TO DO
Lines from the beginning of the data below through the one containing "startMinute: 0, unitsPerHour: 0.5" are to be printed exactly as they appear.

Dataset entries:

"""

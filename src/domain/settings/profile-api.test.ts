import fc from "fast-check";
import { describe, expect, it, vi } from "vitest";
import { profileFromApi, profileToApi } from "./profile-api";
import { apiProfileSchema } from "./profile-api-schema";
import { settingsProfileSchema } from "./profile";
import { EXAMPLE_PROFILE } from "./profile.fixture";

vi.setConfig({ testTimeout: 60_000 });

const API = {
  basal: [
    { startMinute: 0, unitsPerHour: 0.5 },
    { startMinute: 240, unitsPerHour: 0.65 },
    { startMinute: 1320, unitsPerHour: 0.55 },
  ],
  carbRatio: [
    { startMinute: 0, gramsPerUnit: 17 },
    { startMinute: 300, gramsPerUnit: 15.5 },
  ],
  sensitivity: [{ startMinute: 0, mgDlPerUnit: 60 }],
  target: [{ startMinute: 0, lowMgDl: 120, highMgDl: 130 }],
  durationOfActionMinutes: 240,
  limits: { maxBasalUnitsPerHour: 1.2, maxBolusUnits: 8, maxInsulinOnBoardUnits: null },
  features: EXAMPLE_PROFILE.features,
};

function faultPaths(profile: unknown): string[] {
  const result = apiProfileSchema.safeParse(profile);
  return result.success ? [] : result.error.issues.map(({ path }) => path.join("."));
}

describe("a profile on the interface", () => {
  it("reads U/h, g/U and mg/dL into stored integers, and back", () => {
    expect(profileFromApi(apiProfileSchema.parse(API))).toEqual(EXAMPLE_PROFILE);
    expect(profileToApi(EXAMPLE_PROFILE)).toEqual(API);
  });

  it("takes limits and features that were left out as none", () => {
    const { limits: _limits, features: _features, ...rest } = API;
    const profile = profileFromApi(apiProfileSchema.parse(rest));
    expect(profile.features).toEqual([]);
    expect(Object.values(profile.limits)).toEqual([null, null, null]);
  });

  it("reads 0.1 + 0.2 as 0.3 U/h, and refuses a fourth decimal place by name", () => {
    const withRate = (unitsPerHour: number) => ({ ...API, basal: [{ startMinute: 0, unitsPerHour }] });
    expect(profileFromApi(apiProfileSchema.parse(withRate(0.1 + 0.2))).basal[0]?.milliUnitsPerHour).toBe(300);
    expect(faultPaths(withRate(0.5501))).toEqual(["basal.0.unitsPerHour"]);
  });

  it.each([
    [{ basal: [] }, "basal.0.startMinute"],
    [{ basal: [{ startMinute: 0, unitsPerHour: 36 }] }, "basal.0.unitsPerHour"],
    [{ carbRatio: [{ startMinute: 0, gramsPerUnit: 0 }] }, "carbRatio.0.gramsPerUnit"],
    [{ sensitivity: [{ startMinute: 0, mgDlPerUnit: -60 }] }, "sensitivity.0.mgDlPerUnit"],
    [{ sensitivity: [{ startMinute: 0, mgDlPerUnit: Number.NaN }] }, "sensitivity.0.mgDlPerUnit"],
    [{ target: [{ startMinute: 0, lowMgDl: 140, highMgDl: 130 }] }, "target.0.highMgDl"],
    [{ target: [{ startMinute: 0, lowMgDl: 120.5, highMgDl: 130 }] }, "target.0.lowMgDl"],
    [{ durationOfActionMinutes: 4 }, "durationOfActionMinutes"],
    [{ limits: { maxBolusUnits: 101 } }, "limits.maxBolusUnits"],
  ])("refuses %j and names the field", (parts, path) => {
    expect(faultPaths({ ...API, ...parts })).toEqual([path]);
  });

  it("loses nothing on the way out and in again", () => {
    const starts = fc
      .uniqueArray(fc.integer({ min: 1, max: 1439 }), { maxLength: 5 })
      .map((cuts) => [0, ...cuts.toSorted((a, b) => a - b)]);
    const blocks = <T extends Record<string, number>>(value: fc.Arbitrary<T>) =>
      fc.tuple(starts, fc.array(value, { minLength: 6, maxLength: 6 })).map(([cuts, values]) =>
        cuts.flatMap((startMinute, i) => {
          const block = values[i];
          return block ? [{ startMinute, ...block }] : [];
        }),
      );
    const limit = fc.option(fc.integer({ min: 0, max: 35_000 }), { nil: null });
    const stored = fc.record({
      basal: blocks(fc.record({ milliUnitsPerHour: fc.integer({ min: 0, max: 35_000 }) })),
      carbRatio: blocks(fc.record({ milligramsPerUnit: fc.integer({ min: 500, max: 1_000_000 }) })),
      sensitivity: blocks(fc.record({ microMgDlPerUnit: fc.integer({ min: 1_000_000, max: 5_000_000_000 }) })),
      target: blocks(fc.integer({ min: 60, max: 200 }).map((low) => ({ lowMgDl: low, highMgDl: low + 10 }))),
      durationOfActionMinutes: fc.integer({ min: 60, max: 720 }),
      limits: fc.record({
        maxBasalMilliUnitsPerHour: limit,
        maxBolusMilliUnits: limit,
        maxInsulinOnBoardMilliUnits: limit,
      }),
      features: fc.constant(EXAMPLE_PROFILE.features),
    });
    fc.assert(
      fc.property(stored, (profile) => {
        expect(settingsProfileSchema.parse(profile)).toEqual(profile);
        const sent: unknown = JSON.parse(JSON.stringify(profileToApi(profile)));
        expect(profileFromApi(apiProfileSchema.parse(sent))).toEqual(profile);
      }),
      { numRuns: 10_000 },
    );
  });
});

"""

WRITTEN SOLUTION
filename src/domain/settings/profile-api.test.ts
import fc from "fast-check";
import { describe, expect, it, vi } from "vitest";
import { profileFromApi, profileToApi } from "./profile-api";
import { apiProfileSchema } from "./profile-api-schema";
import { settingsProfileSchema } from "./profile";
import { EXAMPLE_PROFILE } from "./profile.fixture";

vi.setConfig({ testTimeout: 60_000 });

const API = {
  basal: [
    { startMinute: 0, unitsPerHour: 0.5 },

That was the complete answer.